Commandos racailles à Saint Dizier

Des échauffourées ont éclaté jeudi soir dans le quartier sensible du Vert-Bois à Saint-Dizier (Haute-Marne) où deux bâtiments et 16 véhicules ont été incendiés et où les forces de l'ordre et les pompiers ont été caillassés.

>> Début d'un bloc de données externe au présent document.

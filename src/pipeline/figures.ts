import { MATERIAL_KINDS, materialInfo, type MaterialKind } from "../materials";
import type { Design, DesignStatus, MassByGroupKg, SchemeId } from "../schemes/types";
import type { TakeoffRow } from "../takeoff";
import type { CarbonAssessment } from "../carbon";
import type { CostAssessment } from "../cost";

/**
 * The figures of one scheme that every table, chart, comparison and the command line read: one
 * typed record, units in the names (mass in kg, carbon in kgCO2e, cost in the rate table's currency).
 * A figure that could not be assessed (a table lacks a row) is null.
 */
export interface SchemeFigures {
  id: SchemeId;
  label: string;
  feasible: boolean;
  /** feasible, out-of-range (outside the method's valid span) or infeasible: only "feasible" is ranked. */
  status: DesignStatus;
  reason: string;
  /** The design combination that governed ("" when the scheme does not report one). */
  governingLoadCase: string;
  /** Mass by the four groups of the one accounting, kg. */
  massByGroupKg: MassByGroupKg;
  selfWeightKgPerM2: number;
  /** Take-off mass by material kind, kg (every kind, 0 where the scheme has none). */
  massByKindKg: Record<MaterialKind, number>;
  /** Fabric and foil area in the take-off, m². */
  fabricM2: number;
  /** Concrete volume in the take-off, m³. */
  concreteM3: number;
  totalMassKg: number;
  /** Roof mass without substructure (anchors), kg; self-weight and mass ÷ air use this. */
  roofMassKg: number;
  enclosedAirKg: number;
  /** Roof mass ÷ enclosed air mass (NaN when there is no air). */
  massToAir: number;
  usableFloorM2: number;
  planAreaM2: number;
  governing: string;
  maxUtilisation: number;
  iterations: number;
  carbonA1A3KgCO2e: number | null;
  carbonA1A5KgCO2e: number | null;
  /** Carbon of the modules counted (the study's boundary), kgCO2e. */
  carbonTotalKgCO2e: number | null;
  carbonKgCO2ePerM2Floor: number | null;
  carbonKgCO2ePerM2Plan: number | null;
  moduleDKgCO2e: number | null;
  costTotal: number | null;
  costPerM2Floor: number | null;
  currency: string | null;
  warnings: string[];
}

/** What the figures are read from: a scheme's design with its carbon and cost. */
export interface AssessedDesign {
  id: SchemeId;
  label: string;
  design: Design;
  carbon: CarbonAssessment | null;
  cost: CostAssessment | null;
}

function kindOf(row: TakeoffRow): MaterialKind | undefined {
  return row.material === null ? undefined : materialInfo(row.material)?.kind;
}

/** Take-off mass by material kind, kg, summed in take-off order. */
export function massByKind(takeoff: readonly TakeoffRow[]): Record<MaterialKind, number> {
  const out = Object.fromEntries(MATERIAL_KINDS.map((k) => [k.kind, 0])) as Record<MaterialKind, number>;
  for (const row of takeoff) {
    const kind = kindOf(row);
    if (kind) out[kind] += row.massKg;
  }
  return out;
}

function quantityOf(takeoff: readonly TakeoffRow[], kind: MaterialKind, unit: TakeoffRow["unit"]): number {
  return takeoff.filter((r) => kindOf(r) === kind && r.unit === unit).reduce((s, r) => s + r.quantity, 0);
}

function carbonFigures(carbon: CarbonAssessment | null) {
  return {
    carbonA1A3KgCO2e: carbon ? carbon.totals.a1a3 : null,
    carbonA1A5KgCO2e: carbon ? carbon.totals.a1a3 + carbon.totals.a4 + carbon.totals.a5 : null,
    carbonTotalKgCO2e: carbon ? carbon.totals.counted : null,
    carbonKgCO2ePerM2Floor: carbon?.perM2UsableFloor.perM2 ? carbon.perM2UsableFloor.perM2.counted : null,
    carbonKgCO2ePerM2Plan: carbon?.perM2Plan.perM2 ? carbon.perM2Plan.perM2.counted : null,
    moduleDKgCO2e: carbon ? carbon.totals.moduleD : null,
  };
}

/** The figures of an assessed design: tonnages by material kind, carbon, cost, per m². */
export function schemeFigures(result: AssessedDesign): SchemeFigures {
  const { design, carbon, cost } = result;
  return {
    id: result.id,
    label: result.label,
    feasible: design.feasible,
    status: design.status,
    reason: design.reason,
    governingLoadCase: design.governingLoadCase,
    massByGroupKg: design.massByGroupKg,
    selfWeightKgPerM2: design.selfWeightKgPerM2,
    massByKindKg: massByKind(design.takeoff),
    fabricM2: quantityOf(design.takeoff, "fabric", "m2"),
    concreteM3: quantityOf(design.takeoff, "concrete", "m3"),
    totalMassKg: design.totalMassKg,
    roofMassKg: design.roofMassKg,
    enclosedAirKg: design.enclosedAirKg,
    massToAir: design.enclosedAirKg > 0 ? design.roofMassKg / design.enclosedAirKg : Number.NaN,
    usableFloorM2: design.usableFloorM2,
    planAreaM2: design.planAreaM2,
    governing: design.governing,
    maxUtilisation: design.maxUtilisation,
    iterations: design.iterations,
    ...carbonFigures(carbon),
    costTotal: cost ? cost.totals.total : null,
    costPerM2Floor: cost?.perM2UsableFloor ? cost.perM2UsableFloor.total : null,
    currency: cost ? cost.currency : null,
    warnings: design.warnings,
  };
}
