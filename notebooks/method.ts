// Method and assumptions: the published methods behind every number, the record of every input,
// and the comparison of two study files.
import "../src/notebook/style.css";
import demoStudy from "../data/demo-study.json";
import { startPage, reactiveCell, staticCell, tableElement, downloadText, signal, computed, fmt, studyFilePicker } from "../src/notebook";
import { SCHEME_DECLARATIONS } from "../src/schemes/declarations";
import { assumptionsRecord, type Assumption, type Study } from "../src/study";
import { compareStudies, HEADLINE_METRICS, type SchemeDelta } from "../src/comparison";
import { defaultCatalogue, formatCsv } from "../src/catalogue";
import { designBasis, summariseCase, summariseCombination, type DesignBasis } from "../src/loads";

const { store, main } = startPage({
  id: "method",
  demoStudy,
  intro: "How each number is made, from which published method, and every input the current study uses — with its default, its source and whether it was changed. Compare two study files to see what changed and what each change does.",
});

/** What the method page says of the lattice domes' rise trend, from their declarations (how many rises each samples, and at which other proportions). */
function riseTrendText(): string {
  const byTrend = SCHEME_DECLARATIONS.flatMap((m) => (m.riseSpanRatio?.byTrend ? [{ label: m.label, preferred: m.riseSpanRatio.preferred, ...m.riseSpanRatio.byTrend }] : []));
  if (byTrend.length === 0) return "";
  const each = byTrend.map((t) =>
    t.sampledAt === "reference"
      ? `the ${t.label.toLowerCase()} designs ${t.samples} rises at the reference values of its other proportions, the same at every span, so that its choice moves smoothly with span`
      : `the ${t.label.toLowerCase()} designs ${t.samples} rises at the other proportions a descent finds best at the preferred rise (${t.preferred} × span)`,
  );
  return `The lattice domes' rise is chosen on the trend of the goal across the rise range, not among single designs (each rise gives another mesh and other sections, steps of about ±5 %): a least-squares quadratic through designs at equal steps of rise ÷ span; of the rises whose fitted goal is within 2 % of its least, the one nearest the preferred rise; the other proportions are then searched at that rise. To sample the trend, ${each.join("; ")}.`;
}
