import { describe, it, expect } from "vitest";
import { geodesicCap, strutLengths, CapTooSmallError } from "../../../src/mechanics/geodesic";
import { bandStrutLengths, latticeBands } from "../../../src/mechanics/lattice-bands";
import { geodesicCapBands, geodesicCapCut } from "../../../src/mechanics/geodesic-bands";
import { sphericalCap } from "../../../src/mechanics/spherical-cap";
import { expectRelClose } from "../../helpers/close";

// geodesicCapBands cuts the bands from a remembered unit sphere instead of building the cap: it must
// give what latticeBands gives on the built cap (the same edges in each band, lengths to rounding).
const CASES = [
  { spanM: 40, riseM: 6, frequency: 5, bandCount: 4 },
  { spanM: 60, riseM: 9, frequency: 7, bandCount: 4 },
  { spanM: 160, riseM: 24, frequency: 19, bandCount: 4 },
  { spanM: 160, riseM: 33.6, frequency: 22, bandCount: 5 },
  { spanM: 160, riseM: 48, frequency: 26, bandCount: 3 },
  { spanM: 300, riseM: 45, frequency: 36, bandCount: 4 },
  { spanM: 100, riseM: 50, frequency: 12, bandCount: 4 },
  { spanM: 80, riseM: 40, frequency: 9, bandCount: 2 },
];

describe("geodesicCapBands: the bands of a cap cut from the remembered sphere", () => {
  for (const c of CASES) {
    it(`${c.spanM} m span, ${c.riseM} m rise, frequency ${c.frequency}, ${c.bandCount} bands: as latticeBands on the built cap`, () => {
      const cap = sphericalCap(c.spanM, c.riseM);
      const built = latticeBands(geodesicCap(c.frequency, cap.radiusM, cap.edgeAngleRad), c.bandCount);
      const cut = geodesicCapBands(c.frequency, cap.radiusM, cap.edgeAngleRad, c.bandCount);
      expect(cut.map((b) => [b.index, b.edge, b.count, b.fromRad, b.toRad])).toEqual(built.map((b) => [b.index, b.edge, b.count, b.fromRad, b.toRad]));
      cut.forEach((b, i) => {
        const w = built[i]!;
        expect(b.edges).toEqual(w.edges);
        expectRelClose(b.totalLengthM, w.totalLengthM, 1e-12);
        expectRelClose(b.meanLengthM, w.meanLengthM, 1e-12);
        expectRelClose(b.maxLengthM, w.maxLengthM, 1e-12);
      });
    });
  }

  for (const c of CASES) {
    it(`${c.spanM} m span, ${c.riseM} m rise, frequency ${c.frequency}: node, face and ring counts and strut lengths as on the built cap`, () => {
      const cap = sphericalCap(c.spanM, c.riseM);
      const built = geodesicCap(c.frequency, cap.radiusM, cap.edgeAngleRad);
      const cut = geodesicCapCut(c.frequency, cap.radiusM, cap.edgeAngleRad, c.bandCount);
      const ringEdges = built.edges.filter((_, e) => built.edgeOnRing[e]);
      expect([cut.nodeCount, cut.faceCount, cut.ringEdgeCount]).toEqual([built.nodes.length, built.faces.length, ringEdges.length]);
      expectRelClose(cut.ringLengthM, strutLengths(built.edgeLengthsM, (e) => built.edgeOnRing[e]!).totalM, 1e-12);
      const inner = strutLengths(built.edgeLengthsM, (e) => !built.edgeOnRing[e]);
      const fromBands = bandStrutLengths(cut.bands);
      expect(fromBands.count).toBe(inner.count);
      for (const key of ["minM", "meanM", "maxM", "totalM"] as const) expectRelClose(fromBands[key], inner[key], 1e-12);
      // Euler's relation for a triangulated disc: V − E + F = 1 (E counts the ring edges too)
      expect(cut.nodeCount - (fromBands.count + cut.ringEdgeCount) + cut.faceCount).toBe(1);
    });
  }

  it("the whole sphere: no ring, and V − E + F = 2 (Euler)", () => {
    const cut = geodesicCapCut(6, 10, Math.PI, 3);
    expect(cut.ringEdgeCount).toBe(0);
    expect(cut.nodeCount).toBe(10 * 6 * 6 + 2);
    expect(cut.faceCount).toBe(20 * 6 * 6);
    expect(cut.nodeCount - bandStrutLengths(cut.bands).count + cut.faceCount).toBe(2);
  });

  it("the same bands when asked again after other caps (scratch arrays reused)", () => {
    const cap = sphericalCap(160, 33.6);
    const first = geodesicCapBands(22, cap.radiusM, cap.edgeAngleRad, 4);
    geodesicCapBands(30, cap.radiusM * 2, cap.edgeAngleRad / 2, 3);
    expect(geodesicCapBands(22, cap.radiusM, cap.edgeAngleRad, 4)).toEqual(first);
  });

  it("a larger cap of a frequency already cut (the sphere is built again larger), and caps beyond a hemisphere", () => {
    for (const [frequency, capAngleRad] of [[12, 0.3], [12, Math.PI / 8], [12, 1.5], [12, 2.5], [12, Math.PI], [7, 0.9]] as const) {
      const built = latticeBands(geodesicCap(frequency, 50, capAngleRad), 4);
      const cut = geodesicCapBands(frequency, 50, capAngleRad, 4);
      expect(cut.map((b) => [b.count, b.edges])).toEqual(built.map((b) => [b.count, b.edges]));
      cut.forEach((b, i) => expectRelClose(b.totalLengthM, built[i]!.totalLengthM, 1e-12));
    }
  });

  it("a cap too small for the frequency is refused as geodesicCap refuses it", () => {
    expect(() => geodesicCap(1, 100, 0.2)).toThrow(CapTooSmallError);
    expect(() => geodesicCapBands(1, 100, 0.2, 4)).toThrow(CapTooSmallError);
  });
});
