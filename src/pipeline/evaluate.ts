import type { StudyInputs } from "./study-inputs";
import type { Brief } from "../brief";
import type { Catalogue } from "../catalogue/types";
import type { Design, SchemeId, SchemeModel, SchemeOptions } from "../schemes/types";
import { SCHEMES, infeasibleDesign, isDesignAnswer } from "../schemes";
import { assessCarbon, type CarbonAssessment } from "../carbon";
import { assessCost, type CostAssessment } from "../cost";
import { messageOf } from "../kernel/errors";
import { schemeFigures, type SchemeFigures } from "./figures";

/** One scheme's design with its carbon and cost, and the figures read from them. */
export interface SchemeResult {
  id: SchemeId;
  label: string;
  design: Design;
  /** Null when the design has no take-off or the assessment failed (see `error`). */
  carbon: CarbonAssessment | null;
  cost: CostAssessment | null;
  /** Why carbon or cost (or both) could not be assessed, or "". */
  error: string;
  /** The figures every table, chart and the command line read. */
  figures: SchemeFigures;
}

export interface Evaluation {
  brief: Brief;
  results: SchemeResult[];
}

export interface EvaluateOptions {
  /** Evaluate at this span instead of the brief's (the rise keeps the brief's rise/span ratio). */
  spanM?: number;
  /** Only these schemes (default: the study's enabled schemes). */
  schemeIds?: readonly SchemeId[];
}

/** The brief at another span, keeping the rise-to-span ratio. */
export function briefAtSpan(brief: Brief, spanM: number): Brief {
  return { ...brief, spanM, riseM: (brief.riseM / brief.spanM) * spanM };
}

/**
 * Designs one scheme for a brief with the given options (defaults fill the rest). An input the
 * scheme refuses (a RangeError) or a step it cannot complete becomes an infeasible answer with the
 * reason; any other error (a TypeError, a bug) propagates as an internal error.
 */
export function designScheme(model: SchemeModel, brief: Brief, options: SchemeOptions | undefined, catalogue: Catalogue): Design {
  try {
    return model.design(brief, { ...model.defaults, ...(options ?? {}) }, catalogue);
  } catch (error) {
    if (!isDesignAnswer(error)) throw error;
    return infeasibleDesign(model.id, brief, `could not be computed: ${messageOf(error)}`);
  }
}

function attempt<T>(run: () => T): { value: T | null; error: string } {
  try {
    return { value: run(), error: "" };
  } catch (error) {
    return { value: null, error: messageOf(error) };
  }
}

/**
 * Carbon and cost of a design, with the study's tables, each assessed on its own: a gap in the
 * factor table blanks the carbon but not the cost, and the other way round. `error` says why
 * either is missing (both reasons, carbon first).
 */
export function assessDesign(design: Design, study: Pick<StudyInputs, "carbon" | "cost">): Pick<SchemeResult, "carbon" | "cost" | "error"> {
  if (design.takeoff.length === 0) return { carbon: null, cost: null, error: design.feasible ? "no take-off" : "" };
  const areas = { usableFloorM2: design.usableFloorM2, planAreaM2: design.planAreaM2, roofSurfaceM2: design.roofSurfaceM2 };
  const carbon = attempt(() => assessCarbon(design.takeoff, study.carbon.factors, study.carbon.settings, areas));
  const cost = attempt(() => assessCost(design.takeoff, study.cost.rates, study.cost.onCosts, areas));
  return { carbon: carbon.value, cost: cost.value, error: [carbon.error, cost.error].filter((e) => e !== "").join("; ") };
}

/** A scheme's design assessed with the study's tables, with its figures. */
export function schemeResult(id: SchemeId, label: string, design: Design, study: Pick<StudyInputs, "carbon" | "cost">): SchemeResult {
  const assessed = { id, label, design, ...assessDesign(design, study) };
  return { ...assessed, figures: schemeFigures(assessed) };
}

/**
 * The whole pipeline for a study: each scheme designed, taken off, and assessed for carbon and
 * cost. Deterministic: the same study gives the same numbers.
 */
export function evaluateStudy(study: StudyInputs, catalogue: Catalogue, options: EvaluateOptions = {}): Evaluation {
  const brief = options.spanM === undefined ? study.brief : briefAtSpan(study.brief, options.spanM);
  const chosen = options.schemeIds ? SCHEMES.filter((m) => options.schemeIds?.includes(m.id)) : SCHEMES.filter((m) => study.schemes[m.id]?.enabled !== false);
  const results = chosen.map((model) => schemeResult(model.id, model.label, designScheme(model, brief, study.schemes[model.id]?.options, catalogue), study));
  return { brief, results };
}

804e7ba14f98a8beacb06847a87a7969.jpgLes incidents ont débuté vers 21h45, quand 40 à 50 jeunes cagoulés, dont certains étaient munis de barres de fer, ont attaqué un fourgon de pompiers et un véhicule de la Brigade anti-criminalité (BAC) en intervention à proximité du centre commercial du Vert-Bois, a indiqué le préfet de Haute-Marne Yves Guillot. 

Plusieurs individus ont frappé le véhicule des pompiers à coups de barre de fer, certains s'accrochant même aux portières du véhicule pour en extraire ses occupants. L'un des pompiers a été touché, sans être blessé. Caillassés, les véhicules d'intervention, ont dans un premier temps dû faire machine arrière, avant de retourner sur les lieux. 

Les jeunes se sont ensuite dispersés dans la ville, où ils ont mis le feu à la Maison de la jeunesse et de la culture (MJC), dont le rez-de-chaussée est entièrement détruit, ainsi qu'à une agence de location de voitures. 

L'office HLM a également été la cible des délinquants, sans que l'on puisse avoir s'il a été fortement touché. 

"Ils se sont engagés au milieu des immeubles. Ca a été concerté", a estimé Yves Guillot. "Ces gens étaient très jeunes et assez organisés. On a l'impression qu'ils ont préparé le coup et qu'ils ont voulu faire parler d'eux", a commenté le député-maire de la ville, François Cornut-Gentille (UMP). Des caillassages avaient déjà eu lieu à Saint-Dizier les jours derniers, selon lui. 

"On essaie de comprendre. On a déjà eu des violences dans la ville. Mais jamais de cette échelle", a-t-il poursuivi, avançant que les faits étaient "peut-être liés à l'interpellation récente d'un jeune qui avait giflé un policier".

Des renforts de police et de gendarmerie ont été appelés jeudi, selon le préfet Guillot. Des fourgonnettes des CRS sont arrivées vendredi vers 01h à l'hôtel de police de Saint-Dizier. 

La cité du Vert-bois, qui compte 12.000 habitants, pour une population totale de 30.000 habitants à Saint-Dizier, est classée en Zone urbaine sensible (Zus).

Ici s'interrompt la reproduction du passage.